**PROBLEM STATEMENT:** Reproduce the records precisely. Every line should be included.

**Stored data:**
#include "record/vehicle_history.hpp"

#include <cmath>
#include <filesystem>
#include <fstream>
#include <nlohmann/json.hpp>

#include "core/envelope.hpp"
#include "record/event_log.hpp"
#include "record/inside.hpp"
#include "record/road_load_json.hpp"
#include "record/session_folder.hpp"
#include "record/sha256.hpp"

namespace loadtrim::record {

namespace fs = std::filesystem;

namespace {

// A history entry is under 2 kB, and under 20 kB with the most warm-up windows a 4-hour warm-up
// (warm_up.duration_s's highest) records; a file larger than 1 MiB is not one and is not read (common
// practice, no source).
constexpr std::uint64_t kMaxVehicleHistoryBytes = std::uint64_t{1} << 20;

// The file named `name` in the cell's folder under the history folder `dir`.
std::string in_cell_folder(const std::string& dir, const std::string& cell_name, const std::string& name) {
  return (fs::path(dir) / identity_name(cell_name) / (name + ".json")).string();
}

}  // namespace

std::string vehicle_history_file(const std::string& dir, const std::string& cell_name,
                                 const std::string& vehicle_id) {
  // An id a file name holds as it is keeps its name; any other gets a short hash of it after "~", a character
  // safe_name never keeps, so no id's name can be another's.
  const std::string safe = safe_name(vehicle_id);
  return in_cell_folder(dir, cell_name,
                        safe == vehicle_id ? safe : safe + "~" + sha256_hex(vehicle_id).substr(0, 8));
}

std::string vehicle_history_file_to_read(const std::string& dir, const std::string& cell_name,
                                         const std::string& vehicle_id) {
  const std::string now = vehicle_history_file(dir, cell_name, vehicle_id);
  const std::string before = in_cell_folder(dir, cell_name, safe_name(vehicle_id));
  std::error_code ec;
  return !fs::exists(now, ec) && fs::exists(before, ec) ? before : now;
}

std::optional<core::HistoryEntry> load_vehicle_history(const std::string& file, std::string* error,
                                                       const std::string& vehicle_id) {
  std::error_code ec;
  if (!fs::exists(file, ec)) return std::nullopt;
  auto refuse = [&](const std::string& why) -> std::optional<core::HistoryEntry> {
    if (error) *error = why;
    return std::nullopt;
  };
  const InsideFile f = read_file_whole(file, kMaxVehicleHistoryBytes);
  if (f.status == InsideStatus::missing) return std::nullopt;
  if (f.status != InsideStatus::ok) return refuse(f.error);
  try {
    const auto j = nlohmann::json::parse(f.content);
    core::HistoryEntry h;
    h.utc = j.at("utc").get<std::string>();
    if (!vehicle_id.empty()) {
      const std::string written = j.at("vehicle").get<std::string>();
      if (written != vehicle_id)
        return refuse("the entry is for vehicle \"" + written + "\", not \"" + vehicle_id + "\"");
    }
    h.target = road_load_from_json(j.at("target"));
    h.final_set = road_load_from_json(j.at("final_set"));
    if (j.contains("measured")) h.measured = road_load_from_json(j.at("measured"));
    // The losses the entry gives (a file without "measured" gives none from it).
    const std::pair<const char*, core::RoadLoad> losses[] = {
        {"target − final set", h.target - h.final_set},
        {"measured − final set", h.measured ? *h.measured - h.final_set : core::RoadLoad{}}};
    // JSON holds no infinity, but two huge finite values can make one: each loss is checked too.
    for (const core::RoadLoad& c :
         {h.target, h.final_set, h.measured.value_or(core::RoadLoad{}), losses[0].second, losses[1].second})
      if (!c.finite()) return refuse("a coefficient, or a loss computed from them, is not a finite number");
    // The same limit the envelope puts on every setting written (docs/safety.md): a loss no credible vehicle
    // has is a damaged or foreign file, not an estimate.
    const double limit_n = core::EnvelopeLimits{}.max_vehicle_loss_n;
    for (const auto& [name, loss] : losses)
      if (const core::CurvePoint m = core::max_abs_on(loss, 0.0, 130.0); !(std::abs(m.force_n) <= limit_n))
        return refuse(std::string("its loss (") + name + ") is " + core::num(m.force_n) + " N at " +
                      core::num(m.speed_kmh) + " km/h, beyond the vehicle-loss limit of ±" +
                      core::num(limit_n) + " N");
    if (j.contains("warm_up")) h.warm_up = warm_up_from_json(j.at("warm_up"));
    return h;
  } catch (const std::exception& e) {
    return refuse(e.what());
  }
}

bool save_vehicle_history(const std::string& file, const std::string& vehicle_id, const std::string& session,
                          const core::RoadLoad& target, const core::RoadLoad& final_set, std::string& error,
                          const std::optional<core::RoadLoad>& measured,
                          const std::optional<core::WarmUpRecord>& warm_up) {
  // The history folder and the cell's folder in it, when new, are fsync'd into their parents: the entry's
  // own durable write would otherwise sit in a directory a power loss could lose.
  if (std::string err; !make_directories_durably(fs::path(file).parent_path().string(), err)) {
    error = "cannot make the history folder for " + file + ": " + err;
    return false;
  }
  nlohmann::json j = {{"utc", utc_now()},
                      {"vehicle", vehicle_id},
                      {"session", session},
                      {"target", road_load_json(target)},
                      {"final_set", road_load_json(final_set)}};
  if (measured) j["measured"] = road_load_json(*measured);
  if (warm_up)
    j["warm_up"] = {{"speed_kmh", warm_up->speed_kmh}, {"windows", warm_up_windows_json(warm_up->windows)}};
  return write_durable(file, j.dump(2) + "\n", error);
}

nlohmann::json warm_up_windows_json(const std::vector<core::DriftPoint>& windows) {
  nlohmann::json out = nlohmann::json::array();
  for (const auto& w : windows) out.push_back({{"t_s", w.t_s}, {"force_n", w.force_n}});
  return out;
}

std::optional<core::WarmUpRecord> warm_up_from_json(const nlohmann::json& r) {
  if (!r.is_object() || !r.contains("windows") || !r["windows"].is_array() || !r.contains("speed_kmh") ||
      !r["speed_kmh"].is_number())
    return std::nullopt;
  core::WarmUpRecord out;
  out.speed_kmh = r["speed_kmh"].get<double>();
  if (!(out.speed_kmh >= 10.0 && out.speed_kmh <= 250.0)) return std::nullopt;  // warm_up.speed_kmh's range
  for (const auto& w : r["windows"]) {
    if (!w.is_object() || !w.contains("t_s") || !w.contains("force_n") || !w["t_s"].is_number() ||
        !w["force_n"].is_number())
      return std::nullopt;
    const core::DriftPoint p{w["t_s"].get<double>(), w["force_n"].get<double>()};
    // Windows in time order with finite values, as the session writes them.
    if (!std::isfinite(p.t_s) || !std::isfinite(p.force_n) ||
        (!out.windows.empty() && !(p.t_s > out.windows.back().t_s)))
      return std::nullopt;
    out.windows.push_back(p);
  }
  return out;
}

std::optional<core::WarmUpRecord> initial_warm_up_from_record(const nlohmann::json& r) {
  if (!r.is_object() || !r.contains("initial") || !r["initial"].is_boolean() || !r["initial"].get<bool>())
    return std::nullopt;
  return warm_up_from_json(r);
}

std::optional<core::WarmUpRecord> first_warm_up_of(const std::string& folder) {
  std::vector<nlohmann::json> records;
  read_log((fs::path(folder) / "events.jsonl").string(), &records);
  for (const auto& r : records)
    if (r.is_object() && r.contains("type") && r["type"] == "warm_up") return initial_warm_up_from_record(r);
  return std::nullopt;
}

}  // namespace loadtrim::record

**RESULT OF THIS EXERCISE:**
#include "record/vehicle_history.hpp"

#include <cmath>
#include <filesystem>
#include <fstream>
#include <nlohmann/json.hpp>

#include "core/envelope.hpp"
#include "record/event_log.hpp"
#include "record/inside.hpp"
#include "record/road_load_json.hpp"
#include "record/session_folder.hpp"
#include "record/sha256.hpp"

namespace loadtrim::record {

namespace fs = std::filesystem;

namespace {

// A history entry is under 2 kB, and under 20 kB with the most warm-up windows a 4-hour warm-up
// (warm_up.duration_s's highest) records; a file larger than 1 MiB is not one and is not read (common
// practice, no source).
constexpr std::uint64_t kMaxVehicleHistoryBytes = std::uint64_t{1} << 20;

// The file named `name` in the cell's folder under the history folder `dir`.
std::string in_cell_folder(const std::string& dir, const std::string& cell_name, const std::string& name) {
  return (fs::path(dir) / identity_name(cell_name) / (name + ".json")).string();
}

}  // namespace

std::string vehicle_history_file(const std::string& dir, const std::string& cell_name,
                                 const std::string& vehicle_id) {
  // An id a file name holds as it is keeps its name; any other gets a short hash of it after "~", a character
  // safe_name never keeps, so no id's name can be another's.
  const std::string safe = safe_name(vehicle_id);
  return in_cell_folder(dir, cell_name,
                        safe == vehicle_id ? safe : safe + "~" + sha256_hex(vehicle_id).substr(0, 8));
}

std::string vehicle_history_file_to_read(const std::string& dir, const std::string& cell_name,
                                         const std::string& vehicle_id) {
  const std::string now = vehicle_history_file(dir, cell_name, vehicle_id);
  const std::string before = in_cell_folder(dir, cell_name, safe_name(vehicle_id));
  std::error_code ec;
  return !fs::exists(now, ec) && fs::exists(before, ec) ? before : now;
}

std::optional<core::HistoryEntry> load_vehicle_history(const std::string& file, std::string* error,
                                                       const std::string& vehicle_id) {
  std::error_code ec;
  if (!fs::exists(file, ec)) return std::nullopt;
  auto refuse = [&](const std::string& why) -> std::optional<core::HistoryEntry> {
    if (error) *error = why;
    return std::nullopt;
  };
  const InsideFile f = read_file_whole(file, kMaxVehicleHistoryBytes);
  if (f.status == InsideStatus::missing) return std::nullopt;
  if (f.status != InsideStatus::ok) return refuse(f.error);
  try {
    const auto j = nlohmann::json::parse(f.content);
    core::HistoryEntry h;
    h.utc = j.at("utc").get<std::string>();
    if (!vehicle_id.empty()) {
      const std::string written = j.at("vehicle").get<std::string>();
      if (written != vehicle_id)
        return refuse("the entry is for vehicle \"" + written + "\", not \"" + vehicle_id + "\"");
    }
    h.target = road_load_from_json(j.at("target"));
    h.final_set = road_load_from_json(j.at("final_set"));
    if (j.contains("measured")) h.measured = road_load_from_json(j.at("measured"));
    // The losses the entry gives (a file without "measured" gives none from it).
    const std::pair<const char*, core::RoadLoad> losses[] = {
        {"target − final set", h.target - h.final_set},
        {"measured − final set", h.measured ? *h.measured - h.final_set : core::RoadLoad{}}};
    // JSON holds no infinity, but two huge finite values can make one: each loss is checked too.
    for (const core::RoadLoad& c :
         {h.target, h.final_set, h.measured.value_or(core::RoadLoad{}), losses[0].second, losses[1].second})
      if (!c.finite()) return refuse("a coefficient, or a loss computed from them, is not a finite number");
    // The same limit the envelope puts on every setting written (docs/safety.md): a loss no credible vehicle
    // has is a damaged or foreign file, not an estimate.
    const double limit_n = core::EnvelopeLimits{}.max_vehicle_loss_n;
    for (const auto& [name, loss] : losses)
      if (const core::CurvePoint m = core::max_abs_on(loss, 0.0, 130.0); !(std::abs(m.force_n) <= limit_n))
        return refuse(std::string("its loss (") + name + ") is " + core::num(m.force_n) + " N at " +
                      core::num(m.speed_kmh) + " km/h, beyond the vehicle-loss limit of ±" +
                      core::num(limit_n) + " N");
    if (j.contains("warm_up")) h.warm_up = warm_up_from_json(j.at("warm_up"));
    return h;
  } catch (const std::exception& e) {
    return refuse(e.what());
  }
}

bool save_vehicle_history(const std::string& file, const std::string& vehicle_id, const std::string& session,
                          const core::RoadLoad& target, const core::RoadLoad& final_set, std::string& error,
                          const std::optional<core::RoadLoad>& measured,
                          const std::optional<core::WarmUpRecord>& warm_up) {
  // The history folder and the cell's folder in it, when new, are fsync'd into their parents: the entry's
  // own durable write would otherwise sit in a directory a power loss could lose.
  if (std::string err; !make_directories_durably(fs::path(file).parent_path().string(), err)) {
    error = "cannot make the history folder for " + file + ": " + err;
    return false;
  }
  nlohmann::json j = {{"utc", utc_now()},
                      {"vehicle", vehicle_id},
                      {"session", session},
                      {"target", road_load_json(target)},
                      {"final_set", road_load_json(final_set)}};
  if (measured) j["measured"] = road_load_json(*measured);
  if (warm_up)
    j["warm_up"] = {{"speed_kmh", warm_up->speed_kmh}, {"windows", warm_up_windows_json(warm_up->windows)}};
  return write_durable(file, j.dump(2) + "\n", error);
}

nlohmann::json warm_up_windows_json(const std::vector<core::DriftPoint>& windows) {
  nlohmann::json out = nlohmann::json::array();
  for (const auto& w : windows) out.push_back({{"t_s", w.t_s}, {"force_n", w.force_n}});
  return out;
}

std::optional<core::WarmUpRecord> warm_up_from_json(const nlohmann::json& r) {
  if (!r.is_object() || !r.contains("windows") || !r["windows"].is_array() || !r.contains("speed_kmh") ||
      !r["speed_kmh"].is_number())
    return std::nullopt;
  core::WarmUpRecord out;
  out.speed_kmh = r["speed_kmh"].get<double>();
  if (!(out.speed_kmh >= 10.0 && out.speed_kmh <= 250.0)) return std::nullopt;  // warm_up.speed_kmh's range
  for (const auto& w : r["windows"]) {
    if (!w.is_object() || !w.contains("t_s") || !w.contains("force_n") || !w["t_s"].is_number() ||
        !w["force_n"].is_number())
      return std::nullopt;
    const core::DriftPoint p{w["t_s"].get<double>(), w["force_n"].get<double>()};
    // Windows in time order with finite values, as the session writes them.
    if (!std::isfinite(p.t_s) || !std::isfinite(p.force_n) ||
        (!out.windows.empty() && !(p.t_s > out.windows.back().t_s)))
      return std::nullopt;
    out.windows.push_back(p);
  }
  return out;
}

std::optional<core::WarmUpRecord> initial_warm_up_from_record(const nlohmann::json& r) {
  if (!r.is_object() || !r.contains("initial") || !r["initial"].is_boolean() || !r["initial"].get<bool>())
    return std::nullopt;
  return warm_up_from_json(r);
}

std::optional<core::WarmUpRecord> first_warm_up_of(const std::string& folder) {
  std::vector<nlohmann::json> records;
  read_log((fs::path(folder) / "events.jsonl").string(), &records);
  for (const auto& r : records)
    if (r.is_object() && r.contains("type") && r["type"] == "warm_up") return initial_warm_up_from_record(r);
  return std::nullopt;
}

}  // namespace loadtrim::record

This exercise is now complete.